[Collection entries]

=== Section Start ===

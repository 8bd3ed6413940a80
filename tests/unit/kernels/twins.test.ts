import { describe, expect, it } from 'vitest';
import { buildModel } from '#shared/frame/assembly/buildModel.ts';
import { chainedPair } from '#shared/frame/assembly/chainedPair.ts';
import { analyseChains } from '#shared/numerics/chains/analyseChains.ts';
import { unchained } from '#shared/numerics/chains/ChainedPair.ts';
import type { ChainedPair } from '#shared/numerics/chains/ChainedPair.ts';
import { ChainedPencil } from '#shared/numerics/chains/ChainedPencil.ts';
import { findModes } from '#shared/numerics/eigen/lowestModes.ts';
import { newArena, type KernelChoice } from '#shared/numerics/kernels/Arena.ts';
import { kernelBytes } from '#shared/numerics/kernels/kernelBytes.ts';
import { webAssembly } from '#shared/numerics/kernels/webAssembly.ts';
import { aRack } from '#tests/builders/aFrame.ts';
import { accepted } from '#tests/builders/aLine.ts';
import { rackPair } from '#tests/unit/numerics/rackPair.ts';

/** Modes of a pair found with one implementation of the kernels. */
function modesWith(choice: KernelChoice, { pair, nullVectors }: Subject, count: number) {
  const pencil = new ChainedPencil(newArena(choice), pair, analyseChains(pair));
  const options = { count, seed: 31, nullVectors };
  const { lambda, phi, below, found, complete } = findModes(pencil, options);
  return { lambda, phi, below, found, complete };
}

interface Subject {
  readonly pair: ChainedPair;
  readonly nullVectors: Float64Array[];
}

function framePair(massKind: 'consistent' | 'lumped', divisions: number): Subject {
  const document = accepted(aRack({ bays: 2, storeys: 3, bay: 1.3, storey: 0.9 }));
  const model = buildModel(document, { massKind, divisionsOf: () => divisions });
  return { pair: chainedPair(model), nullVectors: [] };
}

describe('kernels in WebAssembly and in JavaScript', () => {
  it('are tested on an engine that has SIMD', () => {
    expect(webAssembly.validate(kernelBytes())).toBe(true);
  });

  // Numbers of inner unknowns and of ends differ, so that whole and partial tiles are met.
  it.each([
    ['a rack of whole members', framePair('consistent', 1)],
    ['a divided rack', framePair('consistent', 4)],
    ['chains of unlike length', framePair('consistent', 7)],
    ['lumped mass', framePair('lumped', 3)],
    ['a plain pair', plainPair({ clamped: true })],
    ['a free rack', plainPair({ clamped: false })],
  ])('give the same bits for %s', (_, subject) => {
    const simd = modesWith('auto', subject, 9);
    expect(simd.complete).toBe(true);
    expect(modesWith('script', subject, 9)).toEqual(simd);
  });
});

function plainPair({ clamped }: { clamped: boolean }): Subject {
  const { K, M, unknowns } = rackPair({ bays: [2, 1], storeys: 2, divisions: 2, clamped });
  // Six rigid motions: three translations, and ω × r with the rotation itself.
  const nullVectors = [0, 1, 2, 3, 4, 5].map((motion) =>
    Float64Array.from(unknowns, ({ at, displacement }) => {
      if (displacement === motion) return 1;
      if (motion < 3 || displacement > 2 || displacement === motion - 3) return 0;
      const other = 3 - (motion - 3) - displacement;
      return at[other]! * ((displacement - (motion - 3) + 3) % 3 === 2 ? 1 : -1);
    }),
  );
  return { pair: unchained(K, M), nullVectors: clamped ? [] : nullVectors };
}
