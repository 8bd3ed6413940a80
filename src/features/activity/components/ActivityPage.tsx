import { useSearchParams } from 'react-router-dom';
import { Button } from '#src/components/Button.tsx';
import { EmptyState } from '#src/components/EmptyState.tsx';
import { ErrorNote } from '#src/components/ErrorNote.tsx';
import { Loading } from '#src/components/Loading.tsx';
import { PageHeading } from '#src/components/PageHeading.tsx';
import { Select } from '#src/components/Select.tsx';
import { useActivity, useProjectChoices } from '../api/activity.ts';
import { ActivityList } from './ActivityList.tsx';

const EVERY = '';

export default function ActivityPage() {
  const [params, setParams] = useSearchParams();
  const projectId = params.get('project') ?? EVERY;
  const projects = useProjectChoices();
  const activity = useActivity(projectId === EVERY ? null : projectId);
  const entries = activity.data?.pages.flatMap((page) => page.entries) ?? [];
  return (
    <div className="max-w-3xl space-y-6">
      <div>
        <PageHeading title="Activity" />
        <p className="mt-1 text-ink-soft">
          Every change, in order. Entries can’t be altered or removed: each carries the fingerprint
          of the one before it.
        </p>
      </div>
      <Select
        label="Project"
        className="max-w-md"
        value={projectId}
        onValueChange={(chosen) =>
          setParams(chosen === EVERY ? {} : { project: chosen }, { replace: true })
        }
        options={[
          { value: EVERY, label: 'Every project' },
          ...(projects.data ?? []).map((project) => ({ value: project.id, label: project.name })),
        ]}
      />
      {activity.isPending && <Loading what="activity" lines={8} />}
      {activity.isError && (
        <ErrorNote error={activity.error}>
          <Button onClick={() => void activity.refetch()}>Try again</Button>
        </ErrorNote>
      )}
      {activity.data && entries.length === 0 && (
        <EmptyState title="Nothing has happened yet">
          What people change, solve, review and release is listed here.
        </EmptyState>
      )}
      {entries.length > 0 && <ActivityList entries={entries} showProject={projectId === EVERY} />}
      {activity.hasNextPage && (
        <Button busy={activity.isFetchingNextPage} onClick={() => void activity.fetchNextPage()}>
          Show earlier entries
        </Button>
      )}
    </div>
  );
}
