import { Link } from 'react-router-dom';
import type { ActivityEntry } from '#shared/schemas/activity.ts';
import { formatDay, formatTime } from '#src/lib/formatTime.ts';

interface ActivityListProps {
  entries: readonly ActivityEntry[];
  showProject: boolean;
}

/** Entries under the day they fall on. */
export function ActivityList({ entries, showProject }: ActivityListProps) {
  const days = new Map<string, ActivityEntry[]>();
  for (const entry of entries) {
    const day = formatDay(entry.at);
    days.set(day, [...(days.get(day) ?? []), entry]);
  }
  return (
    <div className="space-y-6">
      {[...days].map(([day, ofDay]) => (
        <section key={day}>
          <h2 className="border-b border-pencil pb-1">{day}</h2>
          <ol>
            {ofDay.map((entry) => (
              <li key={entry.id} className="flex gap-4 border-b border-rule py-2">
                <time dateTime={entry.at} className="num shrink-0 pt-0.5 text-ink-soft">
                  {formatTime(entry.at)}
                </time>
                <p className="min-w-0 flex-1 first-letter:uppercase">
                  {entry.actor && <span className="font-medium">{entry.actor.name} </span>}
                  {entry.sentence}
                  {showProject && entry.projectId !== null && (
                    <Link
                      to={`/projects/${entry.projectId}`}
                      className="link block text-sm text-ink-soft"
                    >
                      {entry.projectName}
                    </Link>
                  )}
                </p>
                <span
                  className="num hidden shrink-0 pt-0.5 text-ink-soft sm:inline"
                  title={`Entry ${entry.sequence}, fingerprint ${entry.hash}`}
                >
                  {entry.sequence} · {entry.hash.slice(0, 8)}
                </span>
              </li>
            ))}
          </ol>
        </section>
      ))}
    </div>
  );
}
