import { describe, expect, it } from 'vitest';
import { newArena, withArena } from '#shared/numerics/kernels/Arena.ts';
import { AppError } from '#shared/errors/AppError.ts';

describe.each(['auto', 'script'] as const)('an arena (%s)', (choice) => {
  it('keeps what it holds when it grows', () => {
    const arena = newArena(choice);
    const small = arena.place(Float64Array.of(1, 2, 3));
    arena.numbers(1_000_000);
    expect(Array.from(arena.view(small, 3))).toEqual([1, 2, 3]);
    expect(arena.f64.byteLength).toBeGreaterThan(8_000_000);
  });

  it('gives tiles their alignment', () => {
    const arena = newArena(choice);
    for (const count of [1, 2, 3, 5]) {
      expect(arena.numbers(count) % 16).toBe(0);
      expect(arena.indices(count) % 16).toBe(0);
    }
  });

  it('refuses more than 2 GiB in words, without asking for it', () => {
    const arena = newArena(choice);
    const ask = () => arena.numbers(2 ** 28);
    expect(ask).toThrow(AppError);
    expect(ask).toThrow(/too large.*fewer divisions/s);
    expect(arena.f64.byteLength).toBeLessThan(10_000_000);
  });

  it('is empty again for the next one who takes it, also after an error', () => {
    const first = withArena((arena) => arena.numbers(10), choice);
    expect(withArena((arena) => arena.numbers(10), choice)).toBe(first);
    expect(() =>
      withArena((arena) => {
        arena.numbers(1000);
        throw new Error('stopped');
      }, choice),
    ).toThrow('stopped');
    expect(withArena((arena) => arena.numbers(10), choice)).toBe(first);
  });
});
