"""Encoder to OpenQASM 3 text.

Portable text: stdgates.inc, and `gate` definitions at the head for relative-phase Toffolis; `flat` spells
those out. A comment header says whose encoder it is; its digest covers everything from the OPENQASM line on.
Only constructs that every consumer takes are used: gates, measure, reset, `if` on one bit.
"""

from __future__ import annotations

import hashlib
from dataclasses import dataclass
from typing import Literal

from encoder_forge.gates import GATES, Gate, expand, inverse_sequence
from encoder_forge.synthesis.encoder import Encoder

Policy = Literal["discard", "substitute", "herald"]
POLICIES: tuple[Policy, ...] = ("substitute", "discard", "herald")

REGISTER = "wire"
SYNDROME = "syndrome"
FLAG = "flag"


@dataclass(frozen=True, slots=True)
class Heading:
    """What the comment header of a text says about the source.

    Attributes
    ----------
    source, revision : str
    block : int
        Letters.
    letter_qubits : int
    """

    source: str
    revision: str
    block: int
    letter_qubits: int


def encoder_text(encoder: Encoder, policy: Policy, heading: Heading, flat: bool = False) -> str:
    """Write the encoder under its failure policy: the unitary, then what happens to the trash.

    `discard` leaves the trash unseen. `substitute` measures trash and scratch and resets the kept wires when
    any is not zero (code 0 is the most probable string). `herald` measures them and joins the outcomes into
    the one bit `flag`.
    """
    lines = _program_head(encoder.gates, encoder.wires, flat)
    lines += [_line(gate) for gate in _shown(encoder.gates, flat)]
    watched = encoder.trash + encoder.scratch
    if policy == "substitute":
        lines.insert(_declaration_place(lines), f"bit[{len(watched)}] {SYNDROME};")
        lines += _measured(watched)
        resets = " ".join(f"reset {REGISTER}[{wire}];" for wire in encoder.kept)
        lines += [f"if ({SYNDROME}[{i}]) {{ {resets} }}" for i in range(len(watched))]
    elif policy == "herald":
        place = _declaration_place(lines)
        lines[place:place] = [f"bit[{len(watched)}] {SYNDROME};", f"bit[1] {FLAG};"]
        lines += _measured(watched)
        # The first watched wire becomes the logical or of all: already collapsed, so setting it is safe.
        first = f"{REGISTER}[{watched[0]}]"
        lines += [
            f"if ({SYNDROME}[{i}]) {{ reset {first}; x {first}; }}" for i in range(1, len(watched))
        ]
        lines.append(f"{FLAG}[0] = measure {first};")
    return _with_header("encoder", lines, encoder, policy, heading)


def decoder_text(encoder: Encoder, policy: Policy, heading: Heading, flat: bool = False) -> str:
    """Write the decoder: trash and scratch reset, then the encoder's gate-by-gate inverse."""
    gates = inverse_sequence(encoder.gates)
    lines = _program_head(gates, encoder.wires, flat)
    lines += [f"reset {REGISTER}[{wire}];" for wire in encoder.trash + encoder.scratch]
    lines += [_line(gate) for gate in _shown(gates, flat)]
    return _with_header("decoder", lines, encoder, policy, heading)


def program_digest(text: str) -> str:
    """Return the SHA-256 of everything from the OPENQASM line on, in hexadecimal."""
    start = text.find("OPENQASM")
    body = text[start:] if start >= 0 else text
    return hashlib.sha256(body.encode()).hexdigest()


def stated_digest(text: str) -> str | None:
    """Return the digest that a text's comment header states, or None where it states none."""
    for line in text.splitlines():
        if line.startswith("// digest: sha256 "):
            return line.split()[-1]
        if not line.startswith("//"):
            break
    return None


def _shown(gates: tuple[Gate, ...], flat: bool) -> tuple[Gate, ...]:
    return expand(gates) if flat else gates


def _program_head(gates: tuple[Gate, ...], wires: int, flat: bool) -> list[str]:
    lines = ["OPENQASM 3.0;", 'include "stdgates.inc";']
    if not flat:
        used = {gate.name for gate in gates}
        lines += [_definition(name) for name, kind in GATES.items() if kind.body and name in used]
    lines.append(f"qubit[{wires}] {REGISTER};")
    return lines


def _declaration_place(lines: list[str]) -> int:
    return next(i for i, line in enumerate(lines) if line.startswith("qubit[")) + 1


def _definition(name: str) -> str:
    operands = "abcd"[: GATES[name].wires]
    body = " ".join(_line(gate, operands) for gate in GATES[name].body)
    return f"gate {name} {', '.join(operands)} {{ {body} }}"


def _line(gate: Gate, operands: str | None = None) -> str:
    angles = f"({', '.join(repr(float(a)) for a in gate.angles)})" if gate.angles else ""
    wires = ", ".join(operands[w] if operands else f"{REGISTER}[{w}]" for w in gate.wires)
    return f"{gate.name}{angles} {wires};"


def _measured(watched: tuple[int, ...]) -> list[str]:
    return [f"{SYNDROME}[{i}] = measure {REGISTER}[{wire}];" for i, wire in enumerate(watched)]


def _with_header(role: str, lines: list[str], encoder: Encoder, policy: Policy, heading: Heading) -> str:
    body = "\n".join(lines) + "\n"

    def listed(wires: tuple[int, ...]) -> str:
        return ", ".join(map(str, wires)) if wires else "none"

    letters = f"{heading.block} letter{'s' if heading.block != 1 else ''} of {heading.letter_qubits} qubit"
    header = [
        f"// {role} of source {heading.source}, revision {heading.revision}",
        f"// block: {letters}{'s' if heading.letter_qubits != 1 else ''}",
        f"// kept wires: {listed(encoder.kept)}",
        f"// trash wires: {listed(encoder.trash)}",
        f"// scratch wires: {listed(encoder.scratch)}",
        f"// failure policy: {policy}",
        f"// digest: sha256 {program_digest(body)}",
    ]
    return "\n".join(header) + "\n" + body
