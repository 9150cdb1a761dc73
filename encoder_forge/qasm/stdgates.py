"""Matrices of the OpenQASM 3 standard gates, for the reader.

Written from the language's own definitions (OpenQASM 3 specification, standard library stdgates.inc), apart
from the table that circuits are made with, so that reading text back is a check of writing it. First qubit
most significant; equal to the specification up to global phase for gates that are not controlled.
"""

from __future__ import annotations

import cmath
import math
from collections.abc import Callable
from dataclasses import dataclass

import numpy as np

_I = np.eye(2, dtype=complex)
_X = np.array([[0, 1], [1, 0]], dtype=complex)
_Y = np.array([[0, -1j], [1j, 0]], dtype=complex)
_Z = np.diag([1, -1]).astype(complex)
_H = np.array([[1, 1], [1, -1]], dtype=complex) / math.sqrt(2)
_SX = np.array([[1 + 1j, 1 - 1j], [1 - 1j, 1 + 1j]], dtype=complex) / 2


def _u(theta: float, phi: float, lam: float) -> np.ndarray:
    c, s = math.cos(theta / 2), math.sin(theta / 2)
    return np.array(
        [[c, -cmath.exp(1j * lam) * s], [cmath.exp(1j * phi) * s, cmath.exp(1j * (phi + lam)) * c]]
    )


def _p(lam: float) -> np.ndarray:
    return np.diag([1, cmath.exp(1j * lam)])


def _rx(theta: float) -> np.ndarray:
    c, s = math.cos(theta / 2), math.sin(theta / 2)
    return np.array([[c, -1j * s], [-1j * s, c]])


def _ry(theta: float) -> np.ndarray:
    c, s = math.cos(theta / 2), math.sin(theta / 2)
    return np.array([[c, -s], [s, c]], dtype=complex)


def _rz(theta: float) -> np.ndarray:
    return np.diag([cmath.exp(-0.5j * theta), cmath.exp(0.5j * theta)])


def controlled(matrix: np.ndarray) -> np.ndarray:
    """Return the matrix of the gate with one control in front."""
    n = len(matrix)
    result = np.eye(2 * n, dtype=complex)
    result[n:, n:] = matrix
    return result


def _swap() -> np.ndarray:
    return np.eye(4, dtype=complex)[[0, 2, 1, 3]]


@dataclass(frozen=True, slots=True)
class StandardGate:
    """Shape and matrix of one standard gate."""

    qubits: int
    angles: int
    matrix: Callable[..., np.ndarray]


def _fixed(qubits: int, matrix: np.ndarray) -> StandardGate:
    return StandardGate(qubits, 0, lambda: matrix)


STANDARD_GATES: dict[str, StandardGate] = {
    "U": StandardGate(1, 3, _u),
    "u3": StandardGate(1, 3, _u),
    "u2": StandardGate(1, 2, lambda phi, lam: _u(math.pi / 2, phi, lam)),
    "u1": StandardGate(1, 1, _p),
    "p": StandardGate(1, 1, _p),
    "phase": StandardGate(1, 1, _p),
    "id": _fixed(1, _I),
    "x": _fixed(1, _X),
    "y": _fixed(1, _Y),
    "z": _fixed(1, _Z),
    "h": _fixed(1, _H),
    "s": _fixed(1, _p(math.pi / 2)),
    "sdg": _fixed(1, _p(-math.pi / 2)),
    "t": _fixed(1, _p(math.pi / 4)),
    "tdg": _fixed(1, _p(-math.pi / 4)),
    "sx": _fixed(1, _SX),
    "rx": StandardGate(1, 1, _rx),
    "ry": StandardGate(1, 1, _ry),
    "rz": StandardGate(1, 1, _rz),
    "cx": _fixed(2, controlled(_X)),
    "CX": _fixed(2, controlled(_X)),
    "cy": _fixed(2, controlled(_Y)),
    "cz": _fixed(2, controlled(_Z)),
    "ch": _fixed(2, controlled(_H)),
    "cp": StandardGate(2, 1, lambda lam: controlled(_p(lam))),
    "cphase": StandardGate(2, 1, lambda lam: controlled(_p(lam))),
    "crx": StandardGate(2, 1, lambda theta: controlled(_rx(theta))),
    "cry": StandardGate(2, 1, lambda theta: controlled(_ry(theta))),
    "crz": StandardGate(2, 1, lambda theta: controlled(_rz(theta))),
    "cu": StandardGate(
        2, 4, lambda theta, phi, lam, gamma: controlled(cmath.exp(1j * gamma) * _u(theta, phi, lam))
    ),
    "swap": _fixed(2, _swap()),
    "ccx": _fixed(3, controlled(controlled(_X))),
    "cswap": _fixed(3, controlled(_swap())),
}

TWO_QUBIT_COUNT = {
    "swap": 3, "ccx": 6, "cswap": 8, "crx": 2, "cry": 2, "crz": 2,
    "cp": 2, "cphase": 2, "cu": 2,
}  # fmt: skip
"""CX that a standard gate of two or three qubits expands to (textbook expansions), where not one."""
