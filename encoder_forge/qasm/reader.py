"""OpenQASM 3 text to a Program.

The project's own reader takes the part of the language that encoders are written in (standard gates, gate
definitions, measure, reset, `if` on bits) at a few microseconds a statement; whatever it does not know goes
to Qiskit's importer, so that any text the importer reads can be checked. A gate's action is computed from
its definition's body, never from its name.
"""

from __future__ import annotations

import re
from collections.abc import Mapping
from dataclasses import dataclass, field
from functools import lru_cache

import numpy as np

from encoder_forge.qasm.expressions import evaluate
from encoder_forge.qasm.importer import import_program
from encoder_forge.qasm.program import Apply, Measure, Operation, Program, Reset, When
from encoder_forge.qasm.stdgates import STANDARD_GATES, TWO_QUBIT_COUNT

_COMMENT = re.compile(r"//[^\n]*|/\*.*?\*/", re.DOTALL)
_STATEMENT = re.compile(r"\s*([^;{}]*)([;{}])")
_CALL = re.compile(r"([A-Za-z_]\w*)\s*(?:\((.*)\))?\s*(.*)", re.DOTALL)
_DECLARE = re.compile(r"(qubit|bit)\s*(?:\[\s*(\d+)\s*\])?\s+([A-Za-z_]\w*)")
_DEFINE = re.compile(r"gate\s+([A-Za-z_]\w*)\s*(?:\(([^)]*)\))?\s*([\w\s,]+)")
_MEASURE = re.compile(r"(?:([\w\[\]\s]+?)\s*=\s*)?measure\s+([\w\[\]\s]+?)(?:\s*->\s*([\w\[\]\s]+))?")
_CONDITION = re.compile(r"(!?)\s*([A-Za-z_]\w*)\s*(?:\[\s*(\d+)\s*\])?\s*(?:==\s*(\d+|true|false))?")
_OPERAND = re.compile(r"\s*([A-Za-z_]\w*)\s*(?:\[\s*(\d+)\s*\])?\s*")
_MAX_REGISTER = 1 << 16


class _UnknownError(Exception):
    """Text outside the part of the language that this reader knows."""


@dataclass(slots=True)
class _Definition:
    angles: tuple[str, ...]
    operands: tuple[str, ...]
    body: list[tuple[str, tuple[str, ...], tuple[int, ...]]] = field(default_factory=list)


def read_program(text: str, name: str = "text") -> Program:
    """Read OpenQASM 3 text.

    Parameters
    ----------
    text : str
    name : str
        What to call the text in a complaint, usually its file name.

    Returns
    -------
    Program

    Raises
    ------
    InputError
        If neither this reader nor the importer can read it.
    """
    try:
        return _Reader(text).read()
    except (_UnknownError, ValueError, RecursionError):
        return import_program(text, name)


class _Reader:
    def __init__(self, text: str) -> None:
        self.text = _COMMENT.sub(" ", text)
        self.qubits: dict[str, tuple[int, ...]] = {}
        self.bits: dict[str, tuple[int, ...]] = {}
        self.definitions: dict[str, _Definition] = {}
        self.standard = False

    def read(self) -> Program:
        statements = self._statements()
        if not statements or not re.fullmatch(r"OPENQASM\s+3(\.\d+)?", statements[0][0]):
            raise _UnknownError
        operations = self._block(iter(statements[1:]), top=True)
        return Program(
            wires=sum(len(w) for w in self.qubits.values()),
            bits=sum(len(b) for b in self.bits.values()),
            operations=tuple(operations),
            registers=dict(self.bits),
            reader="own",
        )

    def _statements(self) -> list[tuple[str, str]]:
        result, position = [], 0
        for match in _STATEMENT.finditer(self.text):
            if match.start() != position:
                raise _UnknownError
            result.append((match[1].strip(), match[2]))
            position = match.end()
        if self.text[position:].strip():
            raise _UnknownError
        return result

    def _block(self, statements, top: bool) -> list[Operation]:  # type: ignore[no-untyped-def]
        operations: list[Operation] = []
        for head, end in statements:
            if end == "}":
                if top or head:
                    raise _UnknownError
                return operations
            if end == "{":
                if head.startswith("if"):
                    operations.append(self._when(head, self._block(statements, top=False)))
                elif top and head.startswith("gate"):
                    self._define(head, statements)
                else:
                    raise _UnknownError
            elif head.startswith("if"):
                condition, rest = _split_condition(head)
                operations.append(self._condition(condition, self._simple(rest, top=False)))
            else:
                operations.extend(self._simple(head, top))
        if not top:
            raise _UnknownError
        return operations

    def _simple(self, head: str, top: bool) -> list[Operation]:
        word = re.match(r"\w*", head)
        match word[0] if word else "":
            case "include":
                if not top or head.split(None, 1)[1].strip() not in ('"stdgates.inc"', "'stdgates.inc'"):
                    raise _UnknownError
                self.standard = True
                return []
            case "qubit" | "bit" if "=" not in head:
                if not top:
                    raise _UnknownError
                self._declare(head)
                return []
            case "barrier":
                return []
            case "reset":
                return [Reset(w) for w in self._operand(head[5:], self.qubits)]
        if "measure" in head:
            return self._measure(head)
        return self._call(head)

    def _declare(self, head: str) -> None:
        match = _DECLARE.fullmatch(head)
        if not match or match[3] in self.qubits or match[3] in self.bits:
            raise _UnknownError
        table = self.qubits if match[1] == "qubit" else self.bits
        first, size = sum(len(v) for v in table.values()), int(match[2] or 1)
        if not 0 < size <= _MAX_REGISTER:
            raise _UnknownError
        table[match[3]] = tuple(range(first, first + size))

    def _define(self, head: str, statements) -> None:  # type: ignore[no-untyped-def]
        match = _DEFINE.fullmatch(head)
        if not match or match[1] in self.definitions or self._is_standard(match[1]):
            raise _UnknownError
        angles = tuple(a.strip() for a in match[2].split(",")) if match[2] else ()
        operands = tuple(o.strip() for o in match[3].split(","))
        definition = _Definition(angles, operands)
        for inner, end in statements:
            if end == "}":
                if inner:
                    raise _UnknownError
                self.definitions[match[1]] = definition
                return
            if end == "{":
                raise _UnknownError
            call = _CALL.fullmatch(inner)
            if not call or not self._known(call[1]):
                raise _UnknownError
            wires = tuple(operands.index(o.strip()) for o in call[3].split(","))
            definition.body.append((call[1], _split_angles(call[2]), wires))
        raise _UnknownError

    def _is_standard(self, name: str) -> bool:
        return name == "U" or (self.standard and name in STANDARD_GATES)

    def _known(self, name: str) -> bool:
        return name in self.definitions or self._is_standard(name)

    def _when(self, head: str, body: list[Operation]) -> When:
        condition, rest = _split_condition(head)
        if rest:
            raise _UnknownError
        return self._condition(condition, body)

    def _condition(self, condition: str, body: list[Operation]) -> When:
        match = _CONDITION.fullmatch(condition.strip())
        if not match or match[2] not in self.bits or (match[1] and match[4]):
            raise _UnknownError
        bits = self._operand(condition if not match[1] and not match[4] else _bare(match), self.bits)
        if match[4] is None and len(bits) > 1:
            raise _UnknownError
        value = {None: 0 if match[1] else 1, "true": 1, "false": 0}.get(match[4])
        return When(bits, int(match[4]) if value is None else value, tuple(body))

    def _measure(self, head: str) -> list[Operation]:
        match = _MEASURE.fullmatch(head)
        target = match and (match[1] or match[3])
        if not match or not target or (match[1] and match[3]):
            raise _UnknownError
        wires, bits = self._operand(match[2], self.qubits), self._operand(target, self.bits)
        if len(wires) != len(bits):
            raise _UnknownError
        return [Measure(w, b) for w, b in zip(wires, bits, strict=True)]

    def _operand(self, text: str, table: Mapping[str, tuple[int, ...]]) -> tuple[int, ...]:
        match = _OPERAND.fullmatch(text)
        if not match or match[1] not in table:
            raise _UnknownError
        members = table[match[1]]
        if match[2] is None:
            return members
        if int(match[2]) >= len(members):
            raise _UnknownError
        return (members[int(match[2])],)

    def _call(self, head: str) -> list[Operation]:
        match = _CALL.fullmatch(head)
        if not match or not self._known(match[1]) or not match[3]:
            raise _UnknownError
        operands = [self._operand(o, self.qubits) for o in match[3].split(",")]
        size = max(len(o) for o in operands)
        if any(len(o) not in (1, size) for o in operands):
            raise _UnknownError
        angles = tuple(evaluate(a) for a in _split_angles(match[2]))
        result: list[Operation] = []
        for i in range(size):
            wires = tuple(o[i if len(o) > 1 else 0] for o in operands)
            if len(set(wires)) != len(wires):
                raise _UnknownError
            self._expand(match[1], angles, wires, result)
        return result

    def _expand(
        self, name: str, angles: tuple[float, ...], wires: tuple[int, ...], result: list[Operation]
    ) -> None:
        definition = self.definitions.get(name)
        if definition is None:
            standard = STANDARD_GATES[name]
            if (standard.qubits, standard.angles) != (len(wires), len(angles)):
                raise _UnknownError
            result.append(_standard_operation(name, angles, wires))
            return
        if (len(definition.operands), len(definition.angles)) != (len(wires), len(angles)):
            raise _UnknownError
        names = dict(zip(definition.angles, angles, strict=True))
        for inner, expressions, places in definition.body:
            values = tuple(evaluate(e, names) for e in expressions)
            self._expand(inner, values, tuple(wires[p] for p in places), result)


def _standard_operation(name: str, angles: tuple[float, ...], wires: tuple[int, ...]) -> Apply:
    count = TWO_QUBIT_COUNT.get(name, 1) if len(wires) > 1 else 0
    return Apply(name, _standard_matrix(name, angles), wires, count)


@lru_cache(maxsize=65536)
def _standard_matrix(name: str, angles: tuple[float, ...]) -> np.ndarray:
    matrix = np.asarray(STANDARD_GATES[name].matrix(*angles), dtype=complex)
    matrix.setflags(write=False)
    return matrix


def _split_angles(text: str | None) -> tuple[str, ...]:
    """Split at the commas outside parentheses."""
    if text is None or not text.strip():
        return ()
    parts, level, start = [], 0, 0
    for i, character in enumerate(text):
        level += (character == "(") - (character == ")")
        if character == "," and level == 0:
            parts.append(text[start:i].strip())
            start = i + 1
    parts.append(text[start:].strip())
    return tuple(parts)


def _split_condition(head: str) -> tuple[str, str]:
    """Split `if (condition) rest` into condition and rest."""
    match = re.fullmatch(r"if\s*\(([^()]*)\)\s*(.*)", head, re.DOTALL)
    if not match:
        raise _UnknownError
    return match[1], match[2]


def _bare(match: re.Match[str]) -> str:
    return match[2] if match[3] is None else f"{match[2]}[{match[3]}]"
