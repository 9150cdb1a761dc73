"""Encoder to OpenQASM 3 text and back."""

=== Section End ===

**TO DO:**
Set down the lines of the records exactly, from the first one through the line containing "function framePair(massKind: 'consistent'", and add nothing else.

**WRITTEN REPLY:**
repository 8bd3ed6413940a80
filename tests/unit/kernels/twins.test.ts
import { describe, expect, it } from 'vitest';
import { buildModel } from '#shared/frame/assembly/buildModel.ts';
import { chainedPair } from '#shared/frame/assembly/chainedPair.ts';
import { analyseChains } from '#shared/numerics/chains/analyseChains.ts';
import { unchained } from '#shared/numerics/chains/ChainedPair.ts';
import type { ChainedPair } from '#shared/numerics/chains/ChainedPair.ts';
import { ChainedPencil } from '#shared/numerics/chains/ChainedPencil.ts';
import { findModes } from '#shared/numerics/eigen/lowestModes.ts';
import { newArena, type KernelChoice } from '#shared/numerics/kernels/Arena.ts';
import { kernelBytes } from '#shared/numerics/kernels/kernelBytes.ts';
import { webAssembly } from '#shared/numerics/kernels/webAssembly.ts';
import { aRack } from '#tests/builders/aFrame.ts';
import { accepted } from '#tests/builders/aLine.ts';
import { rackPair } from '#tests/unit/numerics/rackPair.ts';

/** Modes of a pair found with one implementation of the kernels. */
function modesWith(choice: KernelChoice, { pair, nullVectors }: Subject, count: number) {
  const pencil = new ChainedPencil(newArena(choice), pair, analyseChains(pair));
  const options = { count, seed: 31, nullVectors };
  const { lambda, phi, below, found, complete } = findModes(pencil, options);
  return { lambda, phi, below, found, complete };
}

interface Subject {
  readonly pair: ChainedPair;
  readonly nullVectors: Float64Array[];
}

function framePair(massKind: 'consistent' | 'lumped', divisions: number): Subject {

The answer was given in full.